## [Required action]
Should a line in the entries below contain "None", return that line.

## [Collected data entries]

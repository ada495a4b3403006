"""How fast the core prices replicate seasons at every cutoff, three ways, in one process.

Same synthetic history (10 years of daily forecasts, calibrated-ish, invented), same season
(April to October weekdays: 153 occasions), same 101 cutoffs:

  (a) what a typical analyst writes: per replicate and per cutoff, scikit-learn's confusion_matrix,
      then the four cells priced;
  (b) what a careful analyst writes: per replicate, one numpy comparison of its probabilities
      against all cutoffs at once;
  (c) the engine: 20,000 replicates, bootstrap draws included (Resampler + SeasonPricer).

Prints replicate-seasons x cutoffs priced per second for each, the ratios of (c) to (a) and (b),
and the engine's peak traced memory. Run: ``make bench`` or ``python benchmarks/bench_core.py``.
"""

from __future__ import annotations

import resource
import time
import tracemalloc

import numpy as np
import pandas as pd
from sklearn.metrics import confusion_matrix

from simulator.pricing.costs import SeasonPricer
from simulator.inputs.history import history_from_frame
from simulator.replay.resample import Resampler, season_calendar
from simulator.inputs.scenario import scenario_from_text

SCENARIO = """
name = "bench"
[costs]
hit = 300
false_alarm = 1800
miss = 2500
correct_negative = 0
[season]
months = [4, 5, 6, 7, 8, 9, 10]
weekdays = ["mon", "tue", "wed", "thu", "fri"]
"""


def synthetic_frame(seed: int = 1) -> pd.DataFrame:
    rng = np.random.default_rng(seed)
    dates = pd.date_range("2016-01-01", "2025-12-31", freq="D")
    p = np.round(rng.beta(1.2, 2.0, dates.size), 2)
    outcome = (rng.random(dates.size) < p).astype(int)
    return pd.DataFrame({"date": dates.strftime("%Y-%m-%d"), "probability": p.astype(str),
                         "outcome": outcome.astype(str)})


def way_a(rows, history, cutoffs, costs) -> float:
    p, event = history.p, history.event
    start = time.perf_counter()
    total = np.empty((rows.shape[0], cutoffs.size))
    for r in range(rows.shape[0]):
        pr, er = p[rows[r]], event[rows[r]]
        for k, c in enumerate(cutoffs):
            tn, fp, fn, tp = confusion_matrix(er, pr >= c, labels=[False, True]).ravel()
            total[r, k] = tp * costs.hit + fp * costs.false_alarm + fn * costs.miss + tn * costs.correct_negative
    return time.perf_counter() - start, total


def way_b(rows, history, cutoffs, costs) -> float:
    p, event = history.p, history.event
    start = time.perf_counter()
    total = np.empty((rows.shape[0], cutoffs.size))
    for r in range(rows.shape[0]):
        pr, er = p[rows[r]], event[rows[r]]
        act = pr[:, None] >= cutoffs[None, :]
        hits = (act & er[:, None]).sum(axis=0)
        false_alarms = act.sum(axis=0) - hits
        misses = er.sum() - hits
        correct = (~er).sum() - false_alarms
        total[r] = hits * costs.hit + false_alarms * costs.false_alarm + misses * costs.miss + correct * costs.correct_negative
    return time.perf_counter() - start, total


def way_c(resampler, pricer, n_replicates, seed=7):
    start = time.perf_counter()
    parts = [pricer(rows).model for rows in resampler.blocks(seed, n_replicates)]
    model = np.concatenate(parts)
    return time.perf_counter() - start, model


def main() -> None:
    scenario = scenario_from_text(SCENARIO)
    history = history_from_frame(synthetic_frame(), scenario)
    cutoffs = scenario.cutoffs
    calendar = season_calendar(history, scenario.season)
    resampler = Resampler(history, calendar, mean_block=3.0, window_days=10)
    pricer = SeasonPricer(history, cutoffs, scenario.costs)
    n_occ, n_cut = calendar.n_occasions, cutoffs.size
    print(f"history: {history.n_rows} rows, {history.n_evaluated} in season; season {n_occ} occasions; "
          f"{n_cut} cutoffs")

    sample = resampler.draw_block(7, 0)[:60]
    t_a, cost_a = way_a(sample, history, cutoffs, scenario.costs)
    t_b, cost_b = way_b(sample, history, cutoffs, scenario.costs)
    assert np.allclose(cost_a, cost_b) and np.allclose(cost_b, pricer(sample).model), "the three ways disagree"
    rate_a = sample.shape[0] * n_cut / t_a
    wider = np.concatenate([resampler.draw_block(7, b) for b in range(4)])  # 2,000 replicates for (b)
    t_b, _ = way_b(wider, history, cutoffs, scenario.costs)
    rate_b = wider.shape[0] * n_cut / t_b

    n_rep = 20_000
    way_c(resampler, pricer, 1000)  # warm up
    t_c, _ = way_c(resampler, pricer, n_rep)
    rate_c = n_rep * n_cut / t_c
    tracemalloc.start()
    way_c(resampler, pricer, n_rep)
    _, peak = tracemalloc.get_traced_memory()
    tracemalloc.stop()

    print(f"(a) sklearn confusion_matrix per replicate x cutoff: {rate_a:12,.0f} replicate-cutoffs/s "
          f"({sample.shape[0]} replicates in {t_a:.2f} s)")
    print(f"(b) numpy per replicate, all cutoffs at once:       {rate_b:12,.0f} replicate-cutoffs/s "
          f"({wider.shape[0]} replicates in {t_b:.3f} s)")
    print(f"(c) engine, bootstrap draws included:               {rate_c:12,.0f} replicate-cutoffs/s "
          f"({n_rep} replicates x {n_cut} cutoffs in {t_c:.3f} s)")
    print(f"ratio (c)/(a) = {rate_c / rate_a:,.0f}   (c)/(b) = {rate_c / rate_b:,.1f}   "
          f"engine peak traced memory {peak / 2**20:,.0f} MiB, process peak RSS "
          f"{resource.getrusage(resource.RUSAGE_SELF).ru_maxrss / 2**10:,.0f} MiB")


if __name__ == "__main__":
    main()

## [Completed exercise]
        act = pr[:, None] >= cutoffs[None, :]
        hits = (act & er[:, None]).sum(axis=0)
def main() -> None:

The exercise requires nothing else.